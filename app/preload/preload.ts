/**
 * Preload script (sandboxed): exposes the narrow `window.waymark` API through contextBridge.
 * Each method forwards to one IPC channel; nothing else of Electron or Node reaches the page.
 * The build bundles this file (with api.ts) into one CommonJS file, as sandboxed preloads need.
 */
import { contextBridge, ipcRenderer, type IpcRendererEvent } from 'electron';
import { IPC, type MenuCommand, type WaymarkBridge } from './api.ts';

const bridge: WaymarkBridge = {
  kind: 'electron',
  openDialog: () => ipcRenderer.invoke(IPC.openDialog),
  openRecent: (path) => ipcRenderer.invoke(IPC.openRecent, path),
  openSystemDialog: () => ipcRenderer.invoke(IPC.openSystemDialog),
  readSystemBeside: (planPath, relativePath) => ipcRenderer.invoke(IPC.readSystemBeside, planPath, relativePath),
  save: (path, text) => ipcRenderer.invoke(IPC.save, path, text),
  saveAs: (suggestedName, text) => ipcRenderer.invoke(IPC.saveAs, suggestedName, text),
  exportFile: (kind, suggestedName, text) => ipcRenderer.invoke(IPC.exportFile, kind, suggestedName, text),
  recentList: () => ipcRenderer.invoke(IPC.recentList),
  recoveryRead: () => ipcRenderer.invoke(IPC.recoveryRead),
  recoveryWrite: (snapshot) => ipcRenderer.invoke(IPC.recoveryWrite, snapshot),
  recoveryClear: () => ipcRenderer.invoke(IPC.recoveryClear),
  setDocumentState: (state) => ipcRenderer.invoke(IPC.documentState, state),
  closeConfirmed: () => ipcRenderer.invoke(IPC.closeConfirmed),
  onMenu(listener) {
    // The page never sees the IpcRendererEvent (it would carry the sender).
    const wrapped = (_event: IpcRendererEvent, command: MenuCommand) => listener(command);
    ipcRenderer.on(IPC.menu, wrapped);
    return () => {
      ipcRenderer.removeListener(IPC.menu, wrapped);
    };
  },
};

contextBridge.exposeInMainWorld('waymark', bridge);
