import { describe, expect, it } from 'vitest';
import { CursorStore, type FrameClock } from '../../../../app/renderer/state/cursor.ts';

function manualClock() {
  let cb: ((now: number) => void) | null = null;
  const clock: FrameClock = {
    request: (f) => {
      cb = f;
      return 1;
    },
    cancel: () => {
      cb = null;
    },
  };
  return {
    clock,
    frame: (now: number) => {
      const f = cb;
      cb = null;
      f?.(now);
    },
  };
}

describe('time cursor', () => {
  it('clamps to the flown span and steps', () => {
    const c = new CursorStore(manualClock().clock);
    c.setSpan(100, 200);
    expect(c.get().t).toBe(100);
    c.set(500);
    expect(c.get().t).toBe(200);
    c.step(-30);
    expect(c.get().t).toBe(170);
    c.set(Number.NaN);
    expect(c.get().t).toBe(170);
  });

  it('keeps its place when a new result covers it, else goes to the start', () => {
    const c = new CursorStore(manualClock().clock);
    c.setSpan(0, 100);
    c.set(50);
    c.setSpan(0, 120);
    expect(c.get().t).toBe(50);
    c.setSpan(60, 120);
    expect(c.get().t).toBe(60);
  });

  it('plays at the chosen speed and stops at the end', () => {
    const { clock, frame } = manualClock();
    const c = new CursorStore(clock);
    c.setSpan(0, 10_000);
    c.setSpeed(1000); // simulated s per real s
    c.play();
    frame(0);
    frame(2000); // 2 s later
    expect(c.get().t).toBeCloseTo(2000, 9);
    expect(c.get().playing).toBe(true);
    frame(20_000);
    expect(c.get().t).toBe(10_000);
    expect(c.get().playing).toBe(false);
  });

  it('pauses', () => {
    const { clock, frame } = manualClock();
    const c = new CursorStore(clock);
    c.setSpan(0, 100);
    c.setSpeed(1);
    c.toggle();
    frame(0);
    c.toggle();
    frame(5000);
    expect(c.get().t).toBe(0);
    expect(c.get().playing).toBe(false);
  });
});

—————

• Problem statement: Search the entries above for lines containing the word "WaymarkBridge", and copy each one.

• Task output:
import { IPC, type MenuCommand, type WaymarkBridge } from './api.ts';
const bridge: WaymarkBridge = {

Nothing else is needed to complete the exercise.